The problem:
Go through the data below and copy each line where the word "monotoneSlopes" occurs.

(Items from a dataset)
====
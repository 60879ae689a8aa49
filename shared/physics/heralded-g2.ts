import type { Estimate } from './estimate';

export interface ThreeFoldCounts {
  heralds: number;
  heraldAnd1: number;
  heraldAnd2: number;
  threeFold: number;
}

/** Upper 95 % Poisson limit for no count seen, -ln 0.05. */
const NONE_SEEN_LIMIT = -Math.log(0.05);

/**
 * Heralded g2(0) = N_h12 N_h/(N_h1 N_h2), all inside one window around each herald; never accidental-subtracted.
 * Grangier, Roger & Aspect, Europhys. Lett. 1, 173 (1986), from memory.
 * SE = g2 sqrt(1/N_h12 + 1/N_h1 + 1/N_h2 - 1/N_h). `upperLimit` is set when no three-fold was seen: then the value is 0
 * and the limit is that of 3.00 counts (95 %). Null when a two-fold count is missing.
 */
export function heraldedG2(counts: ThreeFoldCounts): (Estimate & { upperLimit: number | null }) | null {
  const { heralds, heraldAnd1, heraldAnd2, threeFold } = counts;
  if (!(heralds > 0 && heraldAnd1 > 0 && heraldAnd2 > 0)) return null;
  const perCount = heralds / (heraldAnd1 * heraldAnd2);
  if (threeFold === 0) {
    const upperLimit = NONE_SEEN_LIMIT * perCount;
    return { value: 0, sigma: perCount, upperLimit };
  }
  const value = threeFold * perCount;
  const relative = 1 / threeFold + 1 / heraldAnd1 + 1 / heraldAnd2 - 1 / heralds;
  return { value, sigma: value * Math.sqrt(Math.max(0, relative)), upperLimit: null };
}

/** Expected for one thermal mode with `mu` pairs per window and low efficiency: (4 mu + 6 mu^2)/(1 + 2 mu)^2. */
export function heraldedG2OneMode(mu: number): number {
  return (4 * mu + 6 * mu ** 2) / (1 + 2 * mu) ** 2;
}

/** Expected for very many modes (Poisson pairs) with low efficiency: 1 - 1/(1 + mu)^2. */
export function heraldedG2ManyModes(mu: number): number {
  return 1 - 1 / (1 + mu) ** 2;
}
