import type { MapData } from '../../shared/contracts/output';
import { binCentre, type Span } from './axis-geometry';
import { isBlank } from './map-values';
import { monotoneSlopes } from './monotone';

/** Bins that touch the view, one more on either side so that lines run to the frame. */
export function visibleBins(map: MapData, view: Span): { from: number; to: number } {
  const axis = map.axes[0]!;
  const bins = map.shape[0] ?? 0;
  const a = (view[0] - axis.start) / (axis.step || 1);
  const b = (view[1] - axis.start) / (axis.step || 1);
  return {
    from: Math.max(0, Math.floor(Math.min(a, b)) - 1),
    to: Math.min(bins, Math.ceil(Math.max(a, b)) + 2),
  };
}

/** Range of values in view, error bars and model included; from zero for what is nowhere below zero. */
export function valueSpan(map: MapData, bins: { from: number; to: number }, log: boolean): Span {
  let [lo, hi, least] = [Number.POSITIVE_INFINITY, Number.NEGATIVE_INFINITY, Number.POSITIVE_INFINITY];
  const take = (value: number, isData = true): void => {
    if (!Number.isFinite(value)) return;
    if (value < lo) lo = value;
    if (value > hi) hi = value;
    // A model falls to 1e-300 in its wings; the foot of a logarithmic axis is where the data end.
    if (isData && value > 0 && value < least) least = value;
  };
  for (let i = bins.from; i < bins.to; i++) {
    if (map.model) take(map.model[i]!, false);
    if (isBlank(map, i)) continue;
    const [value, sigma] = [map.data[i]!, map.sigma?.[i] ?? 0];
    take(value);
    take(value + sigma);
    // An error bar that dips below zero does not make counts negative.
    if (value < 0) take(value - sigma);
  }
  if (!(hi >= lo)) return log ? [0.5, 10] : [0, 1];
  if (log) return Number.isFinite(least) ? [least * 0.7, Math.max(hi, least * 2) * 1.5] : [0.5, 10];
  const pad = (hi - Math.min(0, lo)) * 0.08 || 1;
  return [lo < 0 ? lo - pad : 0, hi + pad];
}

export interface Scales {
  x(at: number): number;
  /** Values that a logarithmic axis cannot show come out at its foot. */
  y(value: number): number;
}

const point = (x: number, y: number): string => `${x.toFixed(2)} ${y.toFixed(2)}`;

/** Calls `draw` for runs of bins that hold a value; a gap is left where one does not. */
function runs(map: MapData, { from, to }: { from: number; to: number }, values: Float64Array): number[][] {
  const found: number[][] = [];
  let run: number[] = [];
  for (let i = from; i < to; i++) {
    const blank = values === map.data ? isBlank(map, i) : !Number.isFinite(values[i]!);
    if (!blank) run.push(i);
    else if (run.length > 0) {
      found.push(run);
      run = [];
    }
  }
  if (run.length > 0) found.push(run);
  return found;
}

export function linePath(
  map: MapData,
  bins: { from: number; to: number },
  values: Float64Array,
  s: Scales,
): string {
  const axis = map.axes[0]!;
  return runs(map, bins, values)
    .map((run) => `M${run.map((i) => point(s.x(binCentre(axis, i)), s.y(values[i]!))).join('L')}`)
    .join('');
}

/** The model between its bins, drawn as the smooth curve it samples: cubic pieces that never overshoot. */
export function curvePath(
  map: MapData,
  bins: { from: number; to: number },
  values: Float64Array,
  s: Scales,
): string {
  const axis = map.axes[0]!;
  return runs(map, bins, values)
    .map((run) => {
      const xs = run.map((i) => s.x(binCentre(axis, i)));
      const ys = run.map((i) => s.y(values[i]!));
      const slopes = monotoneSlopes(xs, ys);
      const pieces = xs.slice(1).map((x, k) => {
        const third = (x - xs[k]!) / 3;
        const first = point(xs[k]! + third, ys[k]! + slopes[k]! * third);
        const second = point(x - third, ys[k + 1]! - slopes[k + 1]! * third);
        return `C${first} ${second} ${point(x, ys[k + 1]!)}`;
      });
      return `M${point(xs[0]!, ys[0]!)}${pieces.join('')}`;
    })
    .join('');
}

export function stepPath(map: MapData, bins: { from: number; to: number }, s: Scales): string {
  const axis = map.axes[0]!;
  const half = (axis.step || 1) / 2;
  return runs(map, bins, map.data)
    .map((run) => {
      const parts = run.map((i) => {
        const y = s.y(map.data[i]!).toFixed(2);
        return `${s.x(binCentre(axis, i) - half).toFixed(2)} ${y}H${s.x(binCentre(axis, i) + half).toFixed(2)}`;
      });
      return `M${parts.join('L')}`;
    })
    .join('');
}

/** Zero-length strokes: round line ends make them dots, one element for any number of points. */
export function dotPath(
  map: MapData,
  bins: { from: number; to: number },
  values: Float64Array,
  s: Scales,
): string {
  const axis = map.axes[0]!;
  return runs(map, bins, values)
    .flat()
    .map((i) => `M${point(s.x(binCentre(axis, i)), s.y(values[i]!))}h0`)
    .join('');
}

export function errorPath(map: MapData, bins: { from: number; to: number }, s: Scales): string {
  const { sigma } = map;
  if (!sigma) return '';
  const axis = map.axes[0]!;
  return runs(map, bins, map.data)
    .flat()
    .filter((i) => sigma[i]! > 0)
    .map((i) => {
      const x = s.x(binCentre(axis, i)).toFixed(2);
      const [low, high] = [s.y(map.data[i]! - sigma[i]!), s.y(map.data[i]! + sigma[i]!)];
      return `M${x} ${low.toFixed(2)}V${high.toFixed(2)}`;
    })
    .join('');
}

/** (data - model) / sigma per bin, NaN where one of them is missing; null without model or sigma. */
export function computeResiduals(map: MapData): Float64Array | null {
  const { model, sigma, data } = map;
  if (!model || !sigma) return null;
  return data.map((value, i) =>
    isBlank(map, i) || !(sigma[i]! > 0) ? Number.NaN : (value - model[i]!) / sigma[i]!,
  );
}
====
Response to the task:
import { monotoneSlopes } from './monotone';
      const slopes = monotoneSlopes(xs, ys);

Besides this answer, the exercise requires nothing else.